Vandalia is a city in Montgomery County, Ohio, United States, and a suburb of Dayton. Its population was 15,209 during the 2020 census. In addition to being the city closest to Dayton International Airport, Vandalia lies at the crossroads of I-75 and I-70.

==History==
On August 17, 1838, Benjamin Wilhelm, a settler from Pennsylvania, settled near what is now the intersection of U.S. Route 40 and US Route 25-A. He built his home and a small general store as a stop and resting place for travelers heading west. The small town began to attract travelers and businessmen, and on February 7, 1848, the town was incorporated as "The Village of Vandalia" with Benjamin Wilhelm as its first mayor. The village was laid out in 38 lots including a church, hotels, blacksmiths shops, a steam sawmill, meat markets, and a carriage shop. It was named after Vandalia, Illinois.

By 1959, Vandalia was outgrowing its "village" status, and its citizens voted to make it a council-manager form of government, effectively making the village into a municipal corporation.

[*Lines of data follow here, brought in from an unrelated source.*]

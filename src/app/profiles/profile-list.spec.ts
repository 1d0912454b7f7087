import type { HttpTestingController } from '@angular/common/http/testing';
import { type ComponentFixture, TestBed } from '@angular/core/testing';

import type { ProfileDto } from '@shared/api';
import { parseProfile } from '@shared/analysis';
import { settle } from '../../testing/settle';
import { signInAs } from '../../testing/sign-in-as';
import { ProfileList } from './profile-list';
import { configureApiTestBed } from '../../testing/dialog-test-bed';

const parameters = (parseProfile({}) as { profile: Record<string, unknown> }).profile;

/** Twelve profiles of the invented lab: "Fen night 1" … "Fen night 11", and one for the long Heron Reach link. */
const PROFILES: ProfileDto[] = Array.from({ length: 12 }, (_, index) => ({
  id: index + 1,
  name: index === 11 ? 'Heron Reach long link' : `Fen night ${index + 1}`,
  description: index === 11 ? 'The 14 km fibre between the two huts' : 'Bench nights',
  latestVersionId: 100 + index,
  createdAt: '2026-11-01T08:00:00Z',
  versions: [
    {
      id: 100 + index,
      profileId: index + 1,
      version: 1,
      parameters,
      note: index === 3 ? 'raised for the winter detectors' : '',
      createdBy: 'Maren Holt',
      createdAt: '2026-11-01T08:00:00Z',
      usedByRuns: 0,
    },
  ],
}));

describe('ProfileList', () => {
  let http: HttpTestingController;
  let fixture: ComponentFixture<ProfileList>;
  let host: HTMLElement;

  const shownNames = (): string[] => Array.from(host.querySelectorAll('section h2')).map((heading) => heading.textContent.trim());

  async function search(words: string): Promise<void> {
    const field = host.querySelector<HTMLInputElement>('bk-word-search input')!;
    field.value = words;
    field.dispatchEvent(new Event('input'));
    await settle(fixture, 300);
  }

  beforeEach(async () => {
    jest.useFakeTimers();
    http = configureApiTestBed();
    signInAs(['auditor']);
    fixture = TestBed.createComponent(ProfileList);
    host = fixture.nativeElement as HTMLElement;
    await settle(fixture);
    http.expectOne('/api/profiles').flush(PROFILES);
    await settle(fixture);
  });

  afterEach(() => {
    http.verify();
    jest.useRealTimers();
  });

  it('shows the first ten profiles with a paginator over all twelve', () => {
    expect(shownNames()).toEqual(PROFILES.slice(0, 10).map((profile) => profile.name));
    expect(host.querySelector('.mat-mdc-paginator-range-label')!.textContent).toContain('12');
  });

  it('finds profiles by name, description or a version note, in either case, and says when none holds the words', async () => {
    await search('HUTS');
    http.expectOne('/api/profiles').flush(PROFILES);
    await settle(fixture);
    expect(shownNames()).toEqual(['Heron Reach long link']);

    await search('winter');
    http.expectOne('/api/profiles').flush(PROFILES);
    await settle(fixture);
    expect(shownNames()).toEqual(['Fen night 4']);

    await search('kestrel');
    http.expectOne('/api/profiles').flush(PROFILES);
    await settle(fixture);
    expect(host.querySelector('[data-testid="profiles-empty"]')!.textContent).toContain('No profile holds these words.');
    host.querySelector<HTMLButtonElement>('[data-testid="profiles-empty"] button')!.click();
    await settle(fixture, 300);
    http.expectOne('/api/profiles').flush(PROFILES);
    await settle(fixture);
    expect(shownNames()).toHaveLength(10);
  });
});
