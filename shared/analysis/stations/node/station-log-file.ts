import { OutcomeEncoding } from '../../log/column-mapping';
import { DamagedGzipError, decodeLog } from '../../node/decoded-log';
import { LogSource, openSource } from '../../node/log-source';
import { Station } from '../station-columns';
import { StationLogReader, StationLogSummary } from '../station-log-reader';
import { StationBatch } from '../station-batch';

/** One reading of a station log file: its rows, then what the reading found. */
export interface StationLogReading {
  /** The valid rows, in batches (each valid until the next is asked for); read once. */
  rows: AsyncIterable<StationBatch>;
  /** What the reading found (complete once `rows` has been read to its end). */
  summary(): StationLogSummary;
  /** Whether the file is gzip, known once its first bytes are read; null before. */
  compression(): 'gzip' | 'none' | null;
}

/**
 * Reads a station log from a file or a stream, plain or gzip (told by its magic bytes, as a joined
 * log is), with the joined log's limits on gzip data: damaged or bomb-like gzip data is a problem of
 * the log, not an exception. Each call reads the source from its start (the join and the alignment
 * scan are separate passes).
 */
export function readStationLog(source: LogSource, station: Station, outcomes: OutcomeEncoding = '0/1'): StationLogReading {
  const reader = new StationLogReader(station, outcomes);
  let compression: 'gzip' | 'none' | null = null;
  async function* rows(): AsyncGenerator<StationBatch> {
    const decoded = await decodeLog(openSource(source), () => undefined);
    compression = decoded.gzip ? 'gzip' : 'none';
    try {
      yield* reader.rows(decoded.chunks);
    } catch (error) {
      if (!(error instanceof DamagedGzipError)) throw error;
      reader.fail(error.message);
    }
  }
  return { rows: rows(), summary: () => reader.summary(), compression: () => compression };
}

On January 2, 1960, Vandalia became a Charter City of the State of Ohio.

The Delphi Automotive manufacturing plant in Vandalia, which opened in the 1930s, cut back operations in 2003. It continued to operate "through Delphi’s time in Chapter 11 bankruptcy protection, from October 2005 to October 2009," and was purchased by Mahle Behr in 2015.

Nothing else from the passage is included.